[Stored data entries]

package store

import (
	"bytes"
	"errors"
	"strings"
	"testing"

	"github.com/google/go-cmp/cmp"
	"pgregory.net/rapid"
)

func export(t testing.TB, lb *Logbook) string {
	t.Helper()
	var out bytes.Buffer
	if _, err := lb.ExportJSON(t.Context(), &out, nil); err != nil {
		t.Fatal(err)
	}
	return out.String()
}

func TestExportRoundTrip(t *testing.T) {
	lb := bench(t, 300)
	first := export(t, lb)
	again := openTemp(t)
	m, err := again.ImportJSON(t.Context(), strings.NewReader(first), nil)
	if err != nil || m.Trials != 306 || m.Strikes != 2 || m.Decisions != 1 || m.Corrections != 3 || m.Known != 0 {
		t.Fatalf("%+v, %v", m, err)
	}
	if second := export(t, again); second != first {
		t.Error("exported again, it is another:", cmp.Diff(first, second))
	}
	if diff := cmp.Diff(contents(t, lb), contents(t, again)); diff != "" {
		t.Error(diff)
	}
	mustAudit(t, again)
	if m, err := again.ImportJSON(t.Context(), strings.NewReader(first), nil); err != nil || m.Added() != 0 || m.Known != 312 {
		t.Errorf("a second time: %+v, %v", m, err)
	}
	if m, err := lb.ImportJSON(t.Context(), strings.NewReader(first), nil); err != nil || m.Added() != 0 {
		t.Errorf("where it comes from: %+v, %v", m, err)
	}
	if m := mustMerge(t, lb, again); m.Added() != 0 {
		t.Errorf("merged as well: %+v", m)
	}
}

// TestExportOfAnyTrial puts what rapid draws through an export.
func TestExportOfAnyTrial(t *testing.T) {
	from, to := openTemp(t), openTemp(t)
	rapid.Check(t, func(rt *rapid.T) {
		trial := drawTrial(rt)
		repeats := rapid.SliceOfN(rapid.Float64Range(-1e300, 1e300), 1, 5)
		for i := range trial.Readings {
			if rapid.Bool().Draw(rt, "repeated") {
				trial.Readings[i].Repeats = repeats.Draw(rt, "repeats")
				trial.Readings[i].Instrument = "Larkspur Works,Scope 4,<&>\u2028,1.2"
			}
		}
		id, err := from.Add(t.Context(), trial)
		if err != nil {
			rt.Fatal(err)
		}
		want, err := from.Trial(t.Context(), id)
		if err != nil {
			rt.Fatal(err)
		}
		if _, err := to.ImportJSON(t.Context(), strings.NewReader(export(t, from)), nil); err != nil {
			rt.Fatal(err)
		}
		got, err := to.Trial(t.Context(), id)
		if diff := cmp.Diff(want, got); err != nil || diff != "" {
			rt.Fatal(err, diff)
		}
	})
	mustAudit(t, to)
}

func TestImportRefuses(t *testing.T) {
	lb := openTemp(t)
	varied(t, lb)
	sound := export(t, lb)
	lines := strings.SplitAfter(sound, "\n")
	for name, c := range map[string]struct{ text, want string }{
		"nothing":         {"", "is empty"},
		"another file":    {"board,revision\n", "line 1"},
		"a newer one":     {strings.Replace(sound, "entries 1", "entries 2", 1), "newer"},
		"no JSON":         {lines[0] + lines[1] + "{\n", "line 3"},
		"two on a line":   {lines[0] + strings.TrimSpace(lines[1]) + lines[2], "line 2"},
		"an unknown name": {strings.Replace(sound, `"board"`, `"boards"`, 1), "boards"},
		"no kind":         {lines[0] + "{}\n", "it has 0"},
		"another note":    {strings.Replace(sound, "mill spindle drive", "mill spindle drives", 1), "is not what was logged"},
		"a missing trial": {lines[0] + strings.Join(lines[10:], ""), "which is not there"},
		"another link":    {strings.Replace(sound, `"link":"`, `"link":"zz`, 1), "is not a SHA-256"},
		"a bad time":      {strings.Replace(sound, `"at":"2`, `"at":"x`, 1), "is not a time"},
	} {
		to := openTemp(t)
		m, err := to.ImportJSON(t.Context(), strings.NewReader(c.text), nil)
		if err == nil || !strings.Contains(err.Error(), c.want) || m != (Merged{}) {
			t.Errorf("%s: %+v, %v; want %s", name, m, err, c.want)
		}
		if r := mustAudit(t, to); r.Entries != 0 {
			t.Errorf("%s: %d entries were imported", name, r.Entries)
		}
	}
	tamper(t, lb, `DROP TRIGGER trial_stays; UPDATE trial SET note = 'x' WHERE seq = 3`)
	if _, err := lb.ExportJSON(t.Context(), &bytes.Buffer{}, nil); !errors.Is(err, ErrDamaged) {
		t.Error(err)
	}
}

func FuzzImportJSON(f *testing.F) {
	lb := openTemp(f)
	varied(f, lb)
	for _, line := range strings.Split(export(f, lb), "\n")[1:] {
		f.Add(line)
	}
	to := openTemp(f)
	f.Fuzz(func(t *testing.T, line string) {
		m, err := to.ImportJSON(t.Context(), strings.NewReader(exportFormat+"\n"+line), nil)
		if err != nil && (err.Error() == "" || m != (Merged{})) {
			t.Fatal(m, err)
		}
	})
}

## PROBLEM REQUIREMENTS
The records above must be printed again in full, exactly as written.

## OUTPUT OF THE EXERCISE
package store

import (
	"bytes"
	"errors"
	"strings"
	"testing"

	"github.com/google/go-cmp/cmp"
	"pgregory.net/rapid"
)

func export(t testing.TB, lb *Logbook) string {
	t.Helper()
	var out bytes.Buffer
	if _, err := lb.ExportJSON(t.Context(), &out, nil); err != nil {
		t.Fatal(err)
	}
	return out.String()
}

func TestExportRoundTrip(t *testing.T) {
	lb := bench(t, 300)
	first := export(t, lb)
	again := openTemp(t)
	m, err := again.ImportJSON(t.Context(), strings.NewReader(first), nil)
	if err != nil || m.Trials != 306 || m.Strikes != 2 || m.Decisions != 1 || m.Corrections != 3 || m.Known != 0 {
		t.Fatalf("%+v, %v", m, err)
	}
	if second := export(t, again); second != first {
		t.Error("exported again, it is another:", cmp.Diff(first, second))
	}
	if diff := cmp.Diff(contents(t, lb), contents(t, again)); diff != "" {
		t.Error(diff)
	}
	mustAudit(t, again)
	if m, err := again.ImportJSON(t.Context(), strings.NewReader(first), nil); err != nil || m.Added() != 0 || m.Known != 312 {
		t.Errorf("a second time: %+v, %v", m, err)
	}
	if m, err := lb.ImportJSON(t.Context(), strings.NewReader(first), nil); err != nil || m.Added() != 0 {
		t.Errorf("where it comes from: %+v, %v", m, err)
	}
	if m := mustMerge(t, lb, again); m.Added() != 0 {
		t.Errorf("merged as well: %+v", m)
	}
}

// TestExportOfAnyTrial puts what rapid draws through an export.
func TestExportOfAnyTrial(t *testing.T) {
	from, to := openTemp(t), openTemp(t)
	rapid.Check(t, func(rt *rapid.T) {
		trial := drawTrial(rt)
		repeats := rapid.SliceOfN(rapid.Float64Range(-1e300, 1e300), 1, 5)
		for i := range trial.Readings {
			if rapid.Bool().Draw(rt, "repeated") {
				trial.Readings[i].Repeats = repeats.Draw(rt, "repeats")
				trial.Readings[i].Instrument = "Larkspur Works,Scope 4,<&>\u2028,1.2"
			}
		}
		id, err := from.Add(t.Context(), trial)
		if err != nil {
			rt.Fatal(err)
		}
		want, err := from.Trial(t.Context(), id)
		if err != nil {
			rt.Fatal(err)
		}
		if _, err := to.ImportJSON(t.Context(), strings.NewReader(export(t, from)), nil); err != nil {
			rt.Fatal(err)
		}
		got, err := to.Trial(t.Context(), id)
		if diff := cmp.Diff(want, got); err != nil || diff != "" {
			rt.Fatal(err, diff)
		}
	})
	mustAudit(t, to)
}

func TestImportRefuses(t *testing.T) {
	lb := openTemp(t)
	varied(t, lb)
	sound := export(t, lb)
	lines := strings.SplitAfter(sound, "\n")
	for name, c := range map[string]struct{ text, want string }{
		"nothing":         {"", "is empty"},
		"another file":    {"board,revision\n", "line 1"},
		"a newer one":     {strings.Replace(sound, "entries 1", "entries 2", 1), "newer"},
		"no JSON":         {lines[0] + lines[1] + "{\n", "line 3"},
		"two on a line":   {lines[0] + strings.TrimSpace(lines[1]) + lines[2], "line 2"},
		"an unknown name": {strings.Replace(sound, `"board"`, `"boards"`, 1), "boards"},
		"no kind":         {lines[0] + "{}\n", "it has 0"},
		"another note":    {strings.Replace(sound, "mill spindle drive", "mill spindle drives", 1), "is not what was logged"},
		"a missing trial": {lines[0] + strings.Join(lines[10:], ""), "which is not there"},
		"another link":    {strings.Replace(sound, `"link":"`, `"link":"zz`, 1), "is not a SHA-256"},
		"a bad time":      {strings.Replace(sound, `"at":"2`, `"at":"x`, 1), "is not a time"},
	} {
		to := openTemp(t)
		m, err := to.ImportJSON(t.Context(), strings.NewReader(c.text), nil)
		if err == nil || !strings.Contains(err.Error(), c.want) || m != (Merged{}) {
			t.Errorf("%s: %+v, %v; want %s", name, m, err, c.want)
		}
		if r := mustAudit(t, to); r.Entries != 0 {
			t.Errorf("%s: %d entries were imported", name, r.Entries)
		}
	}
	tamper(t, lb, `DROP TRIGGER trial_stays; UPDATE trial SET note = 'x' WHERE seq = 3`)
	if _, err := lb.ExportJSON(t.Context(), &bytes.Buffer{}, nil); !errors.Is(err, ErrDamaged) {
		t.Error(err)
	}
}

func FuzzImportJSON(f *testing.F) {
	lb := openTemp(f)
	varied(f, lb)
	for _, line := range strings.Split(export(f, lb), "\n")[1:] {
		f.Add(line)
	}
	to := openTemp(f)
	f.Fuzz(func(t *testing.T, line string) {
		m, err := to.ImportJSON(t.Context(), strings.NewReader(exportFormat+"\n"+line), nil)
		if err != nil && (err.Error() == "" || m != (Merged{})) {
			t.Fatal(m, err)
		}
	})
}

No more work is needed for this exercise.